<<<<

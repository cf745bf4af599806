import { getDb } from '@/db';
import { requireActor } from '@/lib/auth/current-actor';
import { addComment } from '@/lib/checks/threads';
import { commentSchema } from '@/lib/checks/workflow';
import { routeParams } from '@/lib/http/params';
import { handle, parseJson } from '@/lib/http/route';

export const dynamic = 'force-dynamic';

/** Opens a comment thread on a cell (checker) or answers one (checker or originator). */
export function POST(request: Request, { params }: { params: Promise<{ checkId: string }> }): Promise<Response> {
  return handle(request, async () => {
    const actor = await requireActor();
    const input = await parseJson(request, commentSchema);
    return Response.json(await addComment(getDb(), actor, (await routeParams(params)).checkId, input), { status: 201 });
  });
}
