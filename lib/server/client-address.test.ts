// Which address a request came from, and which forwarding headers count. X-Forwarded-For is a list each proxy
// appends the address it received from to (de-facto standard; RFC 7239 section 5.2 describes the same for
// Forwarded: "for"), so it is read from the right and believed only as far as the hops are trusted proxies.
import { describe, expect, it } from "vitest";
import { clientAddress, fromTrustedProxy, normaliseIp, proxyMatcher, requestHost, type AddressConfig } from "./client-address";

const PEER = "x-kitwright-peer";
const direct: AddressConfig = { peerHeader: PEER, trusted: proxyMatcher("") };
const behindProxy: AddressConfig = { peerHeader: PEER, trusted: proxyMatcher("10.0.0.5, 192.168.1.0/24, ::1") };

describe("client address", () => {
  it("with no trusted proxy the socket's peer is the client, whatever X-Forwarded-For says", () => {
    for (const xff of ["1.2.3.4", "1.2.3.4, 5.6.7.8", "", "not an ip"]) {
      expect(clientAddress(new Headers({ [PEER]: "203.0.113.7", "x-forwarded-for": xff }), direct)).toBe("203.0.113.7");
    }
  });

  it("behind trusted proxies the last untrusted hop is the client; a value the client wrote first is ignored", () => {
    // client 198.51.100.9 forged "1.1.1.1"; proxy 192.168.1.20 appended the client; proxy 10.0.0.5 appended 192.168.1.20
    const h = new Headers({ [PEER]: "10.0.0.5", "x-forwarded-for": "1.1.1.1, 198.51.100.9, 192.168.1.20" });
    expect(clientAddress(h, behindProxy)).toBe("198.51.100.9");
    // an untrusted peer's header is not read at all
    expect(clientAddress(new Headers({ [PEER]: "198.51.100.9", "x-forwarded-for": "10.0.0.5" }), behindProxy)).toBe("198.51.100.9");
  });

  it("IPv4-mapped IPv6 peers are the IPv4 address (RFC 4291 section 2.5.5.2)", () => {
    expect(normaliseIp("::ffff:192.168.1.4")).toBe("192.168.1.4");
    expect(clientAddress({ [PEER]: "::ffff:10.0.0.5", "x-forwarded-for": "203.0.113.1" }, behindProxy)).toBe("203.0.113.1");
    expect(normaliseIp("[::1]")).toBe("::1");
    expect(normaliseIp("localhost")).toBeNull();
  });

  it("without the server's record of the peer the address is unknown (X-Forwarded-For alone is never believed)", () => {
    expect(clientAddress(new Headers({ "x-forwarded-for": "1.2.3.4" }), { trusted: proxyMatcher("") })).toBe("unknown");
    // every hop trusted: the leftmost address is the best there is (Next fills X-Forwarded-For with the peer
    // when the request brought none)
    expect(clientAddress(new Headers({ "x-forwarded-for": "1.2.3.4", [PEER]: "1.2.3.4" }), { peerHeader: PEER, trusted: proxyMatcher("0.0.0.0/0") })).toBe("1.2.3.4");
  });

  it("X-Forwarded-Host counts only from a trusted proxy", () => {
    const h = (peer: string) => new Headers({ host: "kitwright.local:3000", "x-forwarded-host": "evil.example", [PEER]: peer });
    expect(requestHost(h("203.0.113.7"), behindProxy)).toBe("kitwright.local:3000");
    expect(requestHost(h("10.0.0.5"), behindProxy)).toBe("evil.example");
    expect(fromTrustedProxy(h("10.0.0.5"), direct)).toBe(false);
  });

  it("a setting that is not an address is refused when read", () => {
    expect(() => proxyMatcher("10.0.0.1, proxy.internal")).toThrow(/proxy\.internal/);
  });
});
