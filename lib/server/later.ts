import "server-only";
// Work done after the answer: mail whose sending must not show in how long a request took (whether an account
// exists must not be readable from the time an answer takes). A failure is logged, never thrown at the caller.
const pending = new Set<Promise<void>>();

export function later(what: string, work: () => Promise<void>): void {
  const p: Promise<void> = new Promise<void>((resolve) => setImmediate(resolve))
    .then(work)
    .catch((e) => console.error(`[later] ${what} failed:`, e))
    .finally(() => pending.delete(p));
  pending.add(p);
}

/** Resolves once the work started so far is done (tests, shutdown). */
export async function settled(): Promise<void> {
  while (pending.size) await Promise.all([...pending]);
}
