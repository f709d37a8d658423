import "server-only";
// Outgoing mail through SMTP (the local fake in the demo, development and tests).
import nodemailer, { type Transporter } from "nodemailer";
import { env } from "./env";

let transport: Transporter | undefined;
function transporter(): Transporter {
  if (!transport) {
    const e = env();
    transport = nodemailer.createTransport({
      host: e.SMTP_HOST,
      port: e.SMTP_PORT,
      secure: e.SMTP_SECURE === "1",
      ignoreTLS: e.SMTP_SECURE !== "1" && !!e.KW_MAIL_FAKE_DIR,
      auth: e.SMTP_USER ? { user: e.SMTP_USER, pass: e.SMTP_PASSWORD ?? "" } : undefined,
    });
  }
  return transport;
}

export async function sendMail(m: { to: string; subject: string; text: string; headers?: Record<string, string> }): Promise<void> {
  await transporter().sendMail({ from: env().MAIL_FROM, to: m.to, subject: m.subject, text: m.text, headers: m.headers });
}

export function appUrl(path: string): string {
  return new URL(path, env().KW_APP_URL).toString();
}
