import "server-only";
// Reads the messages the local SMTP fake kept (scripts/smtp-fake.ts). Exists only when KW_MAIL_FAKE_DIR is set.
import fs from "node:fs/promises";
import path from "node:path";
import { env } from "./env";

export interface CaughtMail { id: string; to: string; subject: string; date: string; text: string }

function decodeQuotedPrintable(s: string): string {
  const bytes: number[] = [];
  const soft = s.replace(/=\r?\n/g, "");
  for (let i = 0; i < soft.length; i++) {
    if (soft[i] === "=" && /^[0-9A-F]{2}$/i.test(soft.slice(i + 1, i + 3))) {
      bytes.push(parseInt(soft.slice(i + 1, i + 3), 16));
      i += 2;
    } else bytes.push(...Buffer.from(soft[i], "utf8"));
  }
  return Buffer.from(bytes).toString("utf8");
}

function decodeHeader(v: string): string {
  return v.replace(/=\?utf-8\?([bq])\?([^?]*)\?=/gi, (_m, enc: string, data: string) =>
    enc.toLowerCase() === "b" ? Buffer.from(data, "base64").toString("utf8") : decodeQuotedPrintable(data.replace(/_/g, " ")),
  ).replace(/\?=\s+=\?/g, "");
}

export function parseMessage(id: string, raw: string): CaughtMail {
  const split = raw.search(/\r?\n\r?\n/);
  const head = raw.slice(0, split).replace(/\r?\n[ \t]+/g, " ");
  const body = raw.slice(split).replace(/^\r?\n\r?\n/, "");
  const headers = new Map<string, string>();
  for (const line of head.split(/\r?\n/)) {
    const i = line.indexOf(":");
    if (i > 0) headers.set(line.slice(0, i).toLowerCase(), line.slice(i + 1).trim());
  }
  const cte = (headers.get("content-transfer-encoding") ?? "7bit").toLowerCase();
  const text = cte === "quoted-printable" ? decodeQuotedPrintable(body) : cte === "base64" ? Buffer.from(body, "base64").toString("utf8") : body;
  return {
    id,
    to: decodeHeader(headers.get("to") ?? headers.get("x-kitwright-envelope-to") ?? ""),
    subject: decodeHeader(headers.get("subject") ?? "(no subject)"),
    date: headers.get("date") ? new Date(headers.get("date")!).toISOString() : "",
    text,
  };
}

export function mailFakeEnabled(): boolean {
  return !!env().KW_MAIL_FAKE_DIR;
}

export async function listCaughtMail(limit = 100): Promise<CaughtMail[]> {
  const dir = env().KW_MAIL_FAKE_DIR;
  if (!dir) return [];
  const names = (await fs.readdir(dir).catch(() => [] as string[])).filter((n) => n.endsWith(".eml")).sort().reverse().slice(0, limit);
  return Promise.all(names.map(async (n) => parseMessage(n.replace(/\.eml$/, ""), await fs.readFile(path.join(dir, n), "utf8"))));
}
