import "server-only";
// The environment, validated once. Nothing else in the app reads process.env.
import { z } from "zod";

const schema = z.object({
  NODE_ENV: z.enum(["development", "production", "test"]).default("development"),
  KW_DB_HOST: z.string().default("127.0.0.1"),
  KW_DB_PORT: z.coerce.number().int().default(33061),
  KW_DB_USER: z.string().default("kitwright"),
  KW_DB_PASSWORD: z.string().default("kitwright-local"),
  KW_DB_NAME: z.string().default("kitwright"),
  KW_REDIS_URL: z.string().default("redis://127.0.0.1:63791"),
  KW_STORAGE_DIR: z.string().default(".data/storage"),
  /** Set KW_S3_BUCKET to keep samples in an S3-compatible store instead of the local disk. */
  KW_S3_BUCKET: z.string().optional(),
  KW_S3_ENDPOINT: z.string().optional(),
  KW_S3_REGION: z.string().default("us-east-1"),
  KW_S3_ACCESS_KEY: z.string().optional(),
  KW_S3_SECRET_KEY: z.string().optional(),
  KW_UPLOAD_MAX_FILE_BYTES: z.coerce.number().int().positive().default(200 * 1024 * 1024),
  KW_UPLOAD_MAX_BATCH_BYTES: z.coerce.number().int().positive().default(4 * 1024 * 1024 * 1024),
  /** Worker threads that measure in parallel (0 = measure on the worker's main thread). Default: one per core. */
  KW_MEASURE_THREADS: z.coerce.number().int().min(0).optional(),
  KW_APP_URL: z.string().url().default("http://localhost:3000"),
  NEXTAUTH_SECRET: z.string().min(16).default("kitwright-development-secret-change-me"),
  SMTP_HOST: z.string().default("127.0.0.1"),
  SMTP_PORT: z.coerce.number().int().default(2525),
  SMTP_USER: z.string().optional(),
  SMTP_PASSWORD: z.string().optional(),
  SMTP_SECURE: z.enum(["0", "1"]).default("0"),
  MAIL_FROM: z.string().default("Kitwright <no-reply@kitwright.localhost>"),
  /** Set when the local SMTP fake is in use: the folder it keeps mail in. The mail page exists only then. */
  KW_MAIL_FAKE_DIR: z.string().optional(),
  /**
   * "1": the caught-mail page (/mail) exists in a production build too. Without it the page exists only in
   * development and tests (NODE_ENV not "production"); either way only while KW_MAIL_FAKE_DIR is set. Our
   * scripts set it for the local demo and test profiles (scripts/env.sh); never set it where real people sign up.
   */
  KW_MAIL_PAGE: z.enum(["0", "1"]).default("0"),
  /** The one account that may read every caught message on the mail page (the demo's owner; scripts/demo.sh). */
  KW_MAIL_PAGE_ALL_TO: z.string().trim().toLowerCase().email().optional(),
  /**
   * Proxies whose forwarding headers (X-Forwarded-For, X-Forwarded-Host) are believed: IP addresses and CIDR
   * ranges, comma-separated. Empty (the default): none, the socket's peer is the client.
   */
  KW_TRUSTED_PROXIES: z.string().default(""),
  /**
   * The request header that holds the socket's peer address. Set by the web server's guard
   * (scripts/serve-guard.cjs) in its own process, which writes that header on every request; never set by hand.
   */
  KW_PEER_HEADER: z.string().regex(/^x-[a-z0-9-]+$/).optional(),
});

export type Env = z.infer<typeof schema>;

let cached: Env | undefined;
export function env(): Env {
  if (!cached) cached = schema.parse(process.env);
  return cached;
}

>>>>

• _Exercise brief_
Could you copy exactly the lines from the first line of the records above through the line containing "const direct: AddressConfig", both included, and nothing else?

• _Task result_
repository cf745bf4af599806
import { getDb } from '@/db';
import { requireActor } from '@/lib/auth/current-actor';
import { addComment } from '@/lib/checks/threads';
import { commentSchema } from '@/lib/checks/workflow';
import { routeParams } from '@/lib/http/params';
import { handle, parseJson } from '@/lib/http/route';

export const dynamic = 'force-dynamic';

/** Opens a comment thread on a cell (checker) or answers one (checker or originator). */
export function POST(request: Request, { params }: { params: Promise<{ checkId: string }> }): Promise<Response> {
  return handle(request, async () => {
    const actor = await requireActor();
    const input = await parseJson(request, commentSchema);
    return Response.json(await addComment(getDb(), actor, (await routeParams(params)).checkId, input), { status: 201 });
  });
}
filename lib/server/client-address.test.ts
// Which address a request came from, and which forwarding headers count. X-Forwarded-For is a list each proxy
// appends the address it received from to (de-facto standard; RFC 7239 section 5.2 describes the same for
// Forwarded: "for"), so it is read from the right and believed only as far as the hops are trusted proxies.
import { describe, expect, it } from "vitest";
import { clientAddress, fromTrustedProxy, normaliseIp, proxyMatcher, requestHost, type AddressConfig } from "./client-address";

const PEER = "x-kitwright-peer";
const direct: AddressConfig = { peerHeader: PEER, trusted: proxyMatcher("") };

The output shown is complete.